Tested
I've done some testing of my hypothesis. The two approaches appears to perform almost the same, but there is an evident improvement by using the first alternative.
Memory complexity of the momentum data structure:
- Approach 1:
O( instances * weights )
- Approach 2:
O( weights )
Result:
Each round uses a predefined weight set. Both versions were trained on the same weight set.
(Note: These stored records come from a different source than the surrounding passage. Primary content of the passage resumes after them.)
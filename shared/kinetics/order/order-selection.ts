import type { IntegerOrder } from '../types.ts';
import type { FTestResult } from './extra-sum-of-squares-f-test.ts';
import type { RateLawFit } from './fit-rate-law.ts';

/** What `selectOrder` returns: the order decision and every figure it rests on. */
export type ModelFits = readonly [RateLawFit | null, RateLawFit | null, RateLawFit | null, RateLawFit | null];

export interface OrderSelection {
  selectedOrder: IntegerOrder | null;
  /** Lowest-AICc integer law (or lowest RSS when AICc is undefined), whether or not it is named. */
  bestIntegerOrder: IntegerOrder | null;
  verdict: string;
  /** AICc for orders 0, 1, 2 and the free order, in that order. */
  aicc: (number | null)[];
  /** Akaike weights over all four laws. */
  weights: (number | null)[];
  /** Akaike weights over the three integer laws only (the decision uses these). */
  integerWeights: (number | null)[];
  deltaAiccToRunnerUp: number | null;
  runnerUpOrder: IntegerOrder | null;
  /** F test of each integer order against the free-order fit. */
  fTests: (FTestResult | null)[];
  fractionReacted: number | null;
  halfLivesCovered: number | null;
  /** Largest difference between the best and runner-up integer curves at the measured times. */
  curveSeparation: number | null;
  /** Residual SD of the best integer law (original scale for 'constant', ln scale for 'proportional'). */
  residualStandardDeviation: number | null;
  runsTestP: number | null;
  /** Free-order estimate of n with its interval (null when that fit is unavailable). */
  freeOrder: { n: number; ci: [number, number] | null } | null;
}
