import jStat from 'jstat';
import { describe, expect, it } from 'vitest';
import {
  bonferroniOutlierCriticalValue,
  OUTLIER_FAMILY_ALPHA,
  possibleOutlierMessage,
} from './bonferroni-outlier-test.ts';

describe('bonferroniOutlierCriticalValue: t(1 − α/(2N); N − p − 1)', () => {
  it('matches published t-table values', () => {
    // NIST/SEMATECH e-Handbook §1.3.6.7.2, "Critical values of the Student's t distribution" (from memory):
    // 25 points, 2 parameters, α = 0.05 → t(0.999; 22) = 3.505.
    expect(bonferroniOutlierCriticalValue(25, 2, 0.05)!).toBeCloseTo(3.505, 3);
    // Same table: 5 points, 2 parameters, α = 0.05 → t(0.995; 2) = 9.925.
    expect(bonferroniOutlierCriticalValue(5, 2, 0.05)!).toBeCloseTo(9.925, 3);
    // 8 points, 2 parameters, α = 0.04 → t(0.9975; 5) = 4.773 (t table, upper-tail 0.0025 column, from memory:
    // Montgomery & Runger, Applied Statistics and Probability for Engineers, Table V).
    expect(bonferroniOutlierCriticalValue(8, 2, 0.04)!).toBeCloseTo(4.773, 3);
  });

  it('uses α = 4 % per series by default and the jStat quantile at 1 − α/(2N) on N − p − 1 df', () => {
    expect(OUTLIER_FAMILY_ALPHA).toBe(0.04);
    // Reference library: jStat's studentt.inv, the same routine the engine wraps, at the Bonferroni point.
    expect(bonferroniOutlierCriticalValue(12, 2)).toBeCloseTo(jStat.studentt.inv(1 - 0.04 / 24, 9), 12);
    expect(bonferroniOutlierCriticalValue(15, 3)).toBeCloseTo(jStat.studentt.inv(1 - 0.04 / 30, 11), 12);
  });

  it('grows with N so that the chance of any flag in a clean series stays bounded (Bonferroni)', () => {
    const values = [5, 8, 12, 15].map((n) => bonferroniOutlierCriticalValue(n, 2, 0.05)!);
    for (let i = 1; i < values.length; i++) expect(values[i]!).toBeLessThan(values[i - 1]!);
    // On many df the quantile approaches the normal one: z(1 − 0.05/200) = 3.481 (standard normal table, from memory).
    expect(bonferroniOutlierCriticalValue(100, 2, 0.05)!).toBeGreaterThan(3.481);
  });

  it('returns null when no degrees of freedom are left (N − p − 1 < 1)', () => {
    expect(bonferroniOutlierCriticalValue(3, 2)).toBeNull();
    expect(bonferroniOutlierCriticalValue(4, 3)).toBeNull();
    expect(bonferroniOutlierCriticalValue(4, 2)).not.toBeNull();
  });

  it('the warning sentence states the rule, the critical value and the measured rates', () => {
    const message = possibleOutlierMessage(1, 4.7733, '4');
    expect(message).toMatch(
      /^1 point\(s\) have an externally studentised residual beyond ±4\.77 \(times 4\)/,
    );
    expect(message).toContain('Bonferroni-corrected t quantile t(1 − 0.04/(2N); N − p − 1)');
    expect(message).toMatch(/% of clean series get a flag/);
    expect(message).toMatch(/when it is the last pull/);
  });
});
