/**
 * The thresholds of the reaction-order decision (`select-order.ts`), in one place so that a method
 * statement can quote them and a change to one is reviewed on its own.
 */

/**
 * Fraction of the initial value that must have reacted before an order is named: below ~30 % the orders are
 * indistinguishable within assay error (the project's own simulation, docs/methods.md#order-decision; the
 * textbook warning in Connors, Amidon & Stella, Chemical Stability of Pharmaceuticals, from memory).
 */
export const MIN_FRACTION_REACTED = 0.3;
/** AICc lead over every other integer order needed to name one (Burnham & Anderson 2002: Δ > 10 means essentially no support; from memory). */
export const DECISIVE_DELTA_AICC = 10;
/** The free-order F test must not reject the named integer order at this level (strict, so it alone abstains on ≤ 0.1 % of clean series). */
export const ORDER_CONSISTENCY_ALPHA = 0.001;
/** The runs test on the named law's residuals must not show systematic misfit at this level. */
export const SYSTEMATIC_MISFIT_ALPHA = 0.001;
/** AICc needs N − K − 1 > 0 with K = 3 for a two-parameter law plus its error SD, so at least 5 points. */
export const MIN_POINTS_FOR_COMPARISON = 5;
$ pypy backprop.py # First approach
Round: 1/10 Required epochs: 40995
Round: 2/10 Required epochs: 40997
Round: 3/10 Required epochs: 40996
Round: 4/10 Required epochs: 40997
Round: 5/10 Required epochs: 40997
Round: 6/10 Required epochs: 40997
Round: 7/10 Required epochs: 40999
Round: 8/10 Required epochs: 40996
Round: 9/10 Required epochs: 40996
Round: 10/10 Required epochs: 40997
$ pypy backprop.py # Second approach
Round: 1/10 Required epochs: 41070
Round: 2/10 Required epochs: 41072
Round: 3/10 Required epochs: 41069
Round: 4/10 Required epochs: 41069
Round: 5/10 Required epochs: 41070
Round: 6/10 Required epochs: 41071
Round: 7/10 Required epochs: 41072
Round: 8/10 Required epochs: 41069
Round: 9/10 Required epochs: 41070
Round: 10/10 Required epochs: 41071
As we may read from the tests, the second approach (which has lower memory complexity) requires a few more epochs of training before reaching the required precision.
Conclusion
The increased memory complexity might not be a worthy sacrifice in comparison to the minor training improvement.